Nora’s life is shaped by hardship but she keeps resentment at bay by finding purpose in hard work. In her mind, she talks with her dead daughter, who ages as if she were alive, giving Nora “a glimpse of how all of life would have unfolded had the girl survived.”

Living with Nora is a young woman named Josie, who claims to communicate with the dead. She is adored by Nora’s youngest son and might be the future wife of an older son, although Nora treats her with contempt. Josie and Nora’s youngest son are convinced not just that ghosts walk among them, but that a demonic beast is lurking in the woods. Nora is never quite certain whether Josie has a psychic gift or a wild imagination ­­­­­— the evidence could go either way.

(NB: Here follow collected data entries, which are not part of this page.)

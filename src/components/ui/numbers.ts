/** How numbers are written everywhere: thin spaces in long whole numbers, a real minus sign, powers of ten spelt out.
 *  Text only; `Sci` draws the same with a raised exponent. */

const THIN = '\u202f';
export const MINUS = '\u2212';

/** Groups of three from five digits on: 4161, 16 513, 1 048 576. */
export function wholeNumber(value: number | bigint): string {
  const digits = String(value < 0 ? -value : value);
  const grouped = digits.length > 4 ? digits.replace(/\B(?=(\d{3})+$)/g, THIN) : digits;
  return value < 0 ? MINUS + grouped : grouped;
}

export interface ScientificParts {
  mantissa: string;
  /** null when the number reads better without a power of ten. */
  exponent: number | null;
}

/** Splits a number for scientific notation; from 0.001 up to 99 999 it stays plain. `digits` counts significant ones. */
export function scientificParts(value: number, digits = 3): ScientificParts {
  if (!Number.isFinite(value)) return { mantissa: Number.isNaN(value) ? 'no value' : infinite(value), exponent: null };
  const size = Math.abs(value);
  if (value === 0) return { mantissa: '0', exponent: null };
  if (size >= 1e-3 && size < 1e5) return { mantissa: plain(value, digits), exponent: null };
  const [mantissa, exponent] = value.toExponential(digits - 1).split('e');
  return { mantissa: mantissa!.replace('-', MINUS), exponent: Number(exponent) };
}

/** One line of text, exponent in superscript characters: for axis labels, titles and file names of charts. */
export function scientific(value: number, digits = 3): string {
  const { mantissa, exponent } = scientificParts(value, digits);
  return exponent === null ? mantissa : `${mantissa}${THIN}×${THIN}10${superscript(exponent)}`;
}

const RAISED: Record<string, string> = Object.fromEntries([...'0123456789-'].map((c, i) => [c, '⁰¹²³⁴⁵⁶⁷⁸⁹⁻'[i]!]));

export function superscript(exponent: number): string {
  return [...String(exponent)].map((c) => RAISED[c] ?? c).join('');
}

/** "1 min 40 s", "3 h 12 min", "0.4 s": two units at most. */
export function duration(elapsedMs: number): string {
  if (!Number.isFinite(elapsedMs) || elapsedMs < 0) return 'unknown';
  if (elapsedMs < 1000) return `${Math.round(elapsedMs)} ms`;
  const seconds = elapsedMs / 1000;
  if (seconds < 9.95) return `${seconds.toFixed(1)} s`;
  const units = [
    ['d', 86_400],
    ['h', 3600],
    ['min', 60],
    ['s', 1],
  ] as const;
  let rest = Math.round(seconds);
  const parts: string[] = [];
  for (const [unit, size] of units) {
    const count = Math.floor(rest / size);
    rest -= count * size;
    if (count > 0) parts.push(`${count} ${unit}`);
    if (parts.length === 2 || (parts.length === 1 && count === 0)) break;
  }
  return parts.join(' ');
}

/** "1 code", "4 codes". */
export function counted(count: number, one: string, many = `${one}s`): string {
  return `${wholeNumber(count)} ${count === 1 ? one : many}`;
}

function plain(value: number, digits: number): string {
  if (Number.isInteger(value)) return wholeNumber(value);
  const text = Number(value.toPrecision(digits));
  const written = Math.abs(value) >= 1 ? String(text) : trimZeros(value.toFixed(decimalsFor(value, digits)));
  return written.replace('-', MINUS);
}

const decimalsFor = (value: number, digits: number) =>
  Math.max(0, digits - 1 - Math.floor(Math.log10(Math.abs(value))));

const trimZeros = (text: string) => (text.includes('.') ? text.replace(/\.?0+$/, '') : text);

const infinite = (value: number) => (value > 0 ? '∞' : `${MINUS}∞`);
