import { describe, expect, it } from 'vitest';
import { johnsonBound, johnsonPackingBound, refinedJohnsonBound } from '../../../src/core/bounds/johnson-bound.ts';
import { schonheimBound } from '../../../src/core/bounds/schonheim-bound.ts';
import reference from '../../reference/constant-weight-sizes.json' with { type: 'json' };

const entries = (prefix: string) =>
  Object.entries(reference as Record<string, { parameters: Record<string, number>; value: unknown }>).filter(([id]) =>
    id.startsWith(prefix),
  );

describe('bounds on sets of words of one weight', () => {
  it('the three forms of the Johnson bound equal an independent evaluation', () => {
    for (const [n, d, w, first, both, refined] of reference['D-johnson-table'].value as number[][]) {
      expect([johnsonPackingBound(n!, d!, w!), johnsonBound(n!, d!, w!), refinedJohnsonBound(n!, d!, w!)]).toEqual([
        first,
        both,
        refined,
      ]);
    }
  });

  it('no published size passes the Johnson bound, and Steiner systems meet it', () => {
    for (const [id, { parameters, value }] of entries('D-A-')) {
      const { n, d, w, t } = parameters as { n: number; d: number; w: number; t?: number };
      expect(johnsonBound(n, d, w), id).toBeGreaterThanOrEqual(value as number);
      if (t !== undefined) expect(johnsonPackingBound(n, d, w), id).toBe(value);
    }
  });

  it('A(13, 4, 3) is at most 26', () => {
    expect(johnsonBound(13, 4, 3)).toBe(26);
  });

  it('the Schönheim bound equals published values', () => {
    for (const [id, { parameters, value }] of [...entries('D-cov-'), ...entries('D-sch-')]) {
      const { v, k, t } = parameters as { v: number; k: number; t: number };
      const expected = typeof value === 'number' ? value : (value as { schonheim: number }).schonheim;
      expect(schonheimBound(v, k, t), id).toBe(expected);
    }
  });
});
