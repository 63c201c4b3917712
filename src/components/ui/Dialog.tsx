import { type ReactNode, useEffect, useId, useRef } from 'react';

interface Props {
  title: string;
  open: boolean;
  onClose: () => void;
  children: ReactNode;
  /** Buttons, the safe one first. */
  actions: ReactNode;
}

/** A modal question on the browser's own dialog: focus is kept inside, Escape closes, focus returns. */
export function Dialog({ title, open, onClose, children, actions }: Props) {
  const ref = useRef<HTMLDialogElement>(null);
  const heading = useId();
  useEffect(() => {
    const dialog = ref.current;
    if (!dialog) return;
    if (open && !dialog.open) dialog.showModal();
    if (!open && dialog.open) dialog.close();
  }, [open]);
  return (
    <dialog
      ref={ref}
      aria-labelledby={heading}
      onClose={onClose}
      className="m-auto w-[min(32rem,calc(100vw-2rem))] border border-ink bg-sheet p-5 text-ink backdrop:bg-[#0b1820]/60"
    >
      <h2 id={heading}>{title}</h2>
      <div className="mt-2">{children}</div>
      <div className="mt-5 flex flex-wrap justify-end gap-2">{actions}</div>
    </dialog>
  );
}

The second central character is Lurie, whose story begins decades before Nora’s. Lurie was born in Herzegovina to a father who is always angered to be mistaken for a Turk. At the age of six, running for his life in his father’s company, Lurie travels to New York, where he is soon orphaned. His adventures growing up teach him to be a thief; one of his tutors is the ghost of a boy named Hobb Mattie. In concert with Hobb’s living brother during the mid-1850s, Lurie regularly appears on Wanted posters in the South, where rebellion against the law of the North is celebrated. His nemesis is Marshal John Berger. Fleeing from Berger, Lurie makes his way to the West with a caravan of camels, intended as pack animals for the infantry.

The conflict that drives the plot concerns a proposal to move the county seat from Amargo, where Emmett and Nora live, to a town that is lobbying to be connected to the railroad. The loser of that conflict is doomed to remain forever inland. For reasons Nora does not understand, Emmett refuses to take on the rival town, its newspaper, and its most powerful rancher. When Emmet fails to return home after going in search of water, the conflict takes on a new dimension and leads to a series of surprising revelations.

The plot is engrossing and the way the two stories tie together is completely unexpected. Inland might not be quite as astonishing as The Tiger’s Wife, but Obreht again gives her readers the gift of luminous prose and again conjures a plot that is unlike anything I have read before. At 33, she is a relatively young writer, but she has an old soul. Eight years passed between The Tiger’s Wife and Inland. Since quality should always trump quantity, I will gladly wait another eight years to read her next book.